The input:
——

/* The window phase (PM_WINDOWS, docs/planner.md "Solving"), no time limit,
 * from the "Always feasible" plan, on random tiny instances (seed 3141):
 * with windows shorter than the horizon (1 and 2 weeks) it never returns a
 * plan costlier than its start (a candidate replaces the incumbent only
 * when cheaper), the plan keeps every rule (doc_cost) and costs what the
 * solver says, it is no cheaper than the optimum (brute force), and it
 * claims no bound unless proven optimal (planmilp.h: the restricted
 * models' optima are not bounds of the full model).  Over the instances it
 * improves at least once (else the phase would do nothing). */
static void test_windows_never_costlier(void **state)
{
    (void)state;
    uint64_t seed = 3141;
    int improved = 0;
    for (int k = 0; k < 12; k++) {
        plan_problem pb;
        pg_random(&seed, &pb, shapes[k][0], shapes[k][1], shapes[k][2], PG_PLAIN, shapes[k][3]);
        if (plans_to_try(&pb) > 4e6) {
            plan_problem_free(&pb);
            pg_random(&seed, &pb, shapes[k][0], shapes[k][1], shapes[k][2], PG_PLAIN, 1);
        }
        plan best, yard;
        assert_int_equal(plan_alloc(&pb, &best), 0);
        assert_int_equal(plan_alloc(&pb, &yard), 0);
        double z_bf = brute_force(&pb, &best), z_yard;
        yard_plan(&pb, &yard);
        assert_int_equal(doc_cost(&pb, &yard, &z_yard), 0);
        for (int W = 1; W <= 2 && W < pb.n_weeks; W++) {
            plan out;
            pm_result res;
            pm_options opt = {0, 0, &yard, 0, PM_WINDOWS, W};
            assert_int_equal(plan_alloc(&pb, &out), 0);
            assert_int_equal(pm_solve(&pb, &opt, &out, &res), 0);
            assert_int_equal(res.status, PM_FEASIBLE);
            assert_int_equal(res.warm, PM_WARM_USED);
            double z;
            assert_int_equal(doc_cost(&pb, &out, &z), 0);
            assert_close(z, res.objective, 1e-6 * fmax(1, fabs(z)));
            assert_true(res.objective <= z_yard + 1e-6 * fmax(1, fabs(z_yard)));
            assert_true(res.objective >= z_bf - 1e-6 * fmax(1, fabs(z_bf)));
            assert_true(res.bound == -HUGE_VAL);
            improved += res.objective < z_yard - 1e-6;
            plan_free(&out);
        }
        plan_free(&yard);
        plan_free(&best);
        plan_problem_free(&pb);
    }
    assert_true(improved > 0);
}

/* A window as long as the horizon frees every integer column, so the
 * restricted model is the full model: PM_WINDOWS then returns the exact
 * optimum (brute force, seed 20261203 as test_brute_force), proven, with
 * the bound equal to it.  PM_IMPROVE without a time limit ends with branch
 * and bound on the full model, so it too returns the optimum, whatever
 * the window (auto here).  Both plans keep every rule (solve_checked). */
static void test_windows_whole_horizon(void **state)
{
    (void)state;
    uint64_t seed = 20261203;
    int n = (int)(sizeof shapes / sizeof shapes[0]);
    for (int k = 0; k < n; k++) {
        plan_problem pb;
        pg_random(&seed, &pb, shapes[k][0], shapes[k][1], shapes[k][2], PG_PLAIN, shapes[k][3]);
        if (plans_to_try(&pb) > 4e6) {
            plan_problem_free(&pb);
            pg_random(&seed, &pb, shapes[k][0], shapes[k][1], shapes[k][2], PG_PLAIN, 1);
        }
        plan best, yard, out;
        assert_int_equal(plan_alloc(&pb, &best), 0);
        assert_int_equal(plan_alloc(&pb, &yard), 0);
        double z_bf = brute_force(&pb, &best);
        yard_plan(&pb, &yard);
        pm_result res;
        pm_options opt = {0, 0, &yard, 0, PM_WINDOWS, pb.n_weeks};
        assert_close(solve_checked(&pb, &opt, &out, &res), z_bf, 1e-6);
        plan_free(&out);
        pm_options imp = {0, 0, &yard, 0, PM_IMPROVE, 0};
        assert_close(solve_checked(&pb, &imp, &out, &res), z_bf, 1e-6);
        plan_free(&out);
        pm_options nowarm = {0, 0, NULL, 0, PM_IMPROVE, 1}; /* starts from the baseline */
        assert_close(solve_checked(&pb, &nowarm, &out, &res), z_bf, 1e-6);
        plan_free(&out);
        plan_free(&yard);
        plan_free(&best);
        plan_problem_free(&pb);
    }
}

/* A strategy number pm_solve does not know is refused with a message
 * (planmilp.h). */
static void test_unknown_strategy(void **state)
{
    (void)state;
    plan_problem pb;
    hand_two_weeks(&pb, 2);
    plan out;
    pm_result res;
    assert_int_equal(plan_alloc(&pb, &out), 0);
    pm_options opt = {0, 0, NULL, 0, 99, 0};
    assert_int_equal(pm_solve(&pb, &opt, &out, &res), -1);
    assert_int_equal(res.status, PM_ERROR);
    assert_non_null(strstr(res.msg, "strategy"));
    plan_free(&out);
    plan_problem_free(&pb);
}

——

Exercise:
Retype every line of the data above exactly.

Answer to this task:
/* The window phase (PM_WINDOWS, docs/planner.md "Solving"), no time limit,
 * from the "Always feasible" plan, on random tiny instances (seed 3141):
 * with windows shorter than the horizon (1 and 2 weeks) it never returns a
 * plan costlier than its start (a candidate replaces the incumbent only
 * when cheaper), the plan keeps every rule (doc_cost) and costs what the
 * solver says, it is no cheaper than the optimum (brute force), and it
 * claims no bound unless proven optimal (planmilp.h: the restricted
 * models' optima are not bounds of the full model).  Over the instances it
 * improves at least once (else the phase would do nothing). */
static void test_windows_never_costlier(void **state)
{
    (void)state;
    uint64_t seed = 3141;
    int improved = 0;
    for (int k = 0; k < 12; k++) {
        plan_problem pb;
        pg_random(&seed, &pb, shapes[k][0], shapes[k][1], shapes[k][2], PG_PLAIN, shapes[k][3]);
        if (plans_to_try(&pb) > 4e6) {
            plan_problem_free(&pb);
            pg_random(&seed, &pb, shapes[k][0], shapes[k][1], shapes[k][2], PG_PLAIN, 1);
        }
        plan best, yard;
        assert_int_equal(plan_alloc(&pb, &best), 0);
        assert_int_equal(plan_alloc(&pb, &yard), 0);
        double z_bf = brute_force(&pb, &best), z_yard;
        yard_plan(&pb, &yard);
        assert_int_equal(doc_cost(&pb, &yard, &z_yard), 0);
        for (int W = 1; W <= 2 && W < pb.n_weeks; W++) {
            plan out;
            pm_result res;
            pm_options opt = {0, 0, &yard, 0, PM_WINDOWS, W};
            assert_int_equal(plan_alloc(&pb, &out), 0);
            assert_int_equal(pm_solve(&pb, &opt, &out, &res), 0);
            assert_int_equal(res.status, PM_FEASIBLE);
            assert_int_equal(res.warm, PM_WARM_USED);
            double z;
            assert_int_equal(doc_cost(&pb, &out, &z), 0);
            assert_close(z, res.objective, 1e-6 * fmax(1, fabs(z)));
            assert_true(res.objective <= z_yard + 1e-6 * fmax(1, fabs(z_yard)));
            assert_true(res.objective >= z_bf - 1e-6 * fmax(1, fabs(z_bf)));
            assert_true(res.bound == -HUGE_VAL);
            improved += res.objective < z_yard - 1e-6;
            plan_free(&out);
        }
        plan_free(&yard);
        plan_free(&best);
        plan_problem_free(&pb);
    }
    assert_true(improved > 0);
}

/* A window as long as the horizon frees every integer column, so the
 * restricted model is the full model: PM_WINDOWS then returns the exact
 * optimum (brute force, seed 20261203 as test_brute_force), proven, with
 * the bound equal to it.  PM_IMPROVE without a time limit ends with branch
 * and bound on the full model, so it too returns the optimum, whatever
 * the window (auto here).  Both plans keep every rule (solve_checked). */
static void test_windows_whole_horizon(void **state)
{
    (void)state;
    uint64_t seed = 20261203;
    int n = (int)(sizeof shapes / sizeof shapes[0]);
    for (int k = 0; k < n; k++) {
        plan_problem pb;
        pg_random(&seed, &pb, shapes[k][0], shapes[k][1], shapes[k][2], PG_PLAIN, shapes[k][3]);
        if (plans_to_try(&pb) > 4e6) {
            plan_problem_free(&pb);
            pg_random(&seed, &pb, shapes[k][0], shapes[k][1], shapes[k][2], PG_PLAIN, 1);
        }
        plan best, yard, out;
        assert_int_equal(plan_alloc(&pb, &best), 0);
        assert_int_equal(plan_alloc(&pb, &yard), 0);
        double z_bf = brute_force(&pb, &best);
        yard_plan(&pb, &yard);
        pm_result res;
        pm_options opt = {0, 0, &yard, 0, PM_WINDOWS, pb.n_weeks};
        assert_close(solve_checked(&pb, &opt, &out, &res), z_bf, 1e-6);
        plan_free(&out);
        pm_options imp = {0, 0, &yard, 0, PM_IMPROVE, 0};
        assert_close(solve_checked(&pb, &imp, &out, &res), z_bf, 1e-6);
        plan_free(&out);
        pm_options nowarm = {0, 0, NULL, 0, PM_IMPROVE, 1}; /* starts from the baseline */
        assert_close(solve_checked(&pb, &nowarm, &out, &res), z_bf, 1e-6);
        plan_free(&out);
        plan_free(&yard);
        plan_free(&best);
        plan_problem_free(&pb);
    }
}

/* A strategy number pm_solve does not know is refused with a message
 * (planmilp.h). */
static void test_unknown_strategy(void **state)
{
    (void)state;
    plan_problem pb;
    hand_two_weeks(&pb, 2);
    plan out;
    pm_result res;
    assert_int_equal(plan_alloc(&pb, &out), 0);
    pm_options opt = {0, 0, NULL, 0, 99, 0};
    assert_int_equal(pm_solve(&pb, &opt, &out, &res), -1);
    assert_int_equal(res.status, PM_ERROR);
    assert_non_null(strstr(res.msg, "strategy"));
    plan_free(&out);
    plan_problem_free(&pb);
}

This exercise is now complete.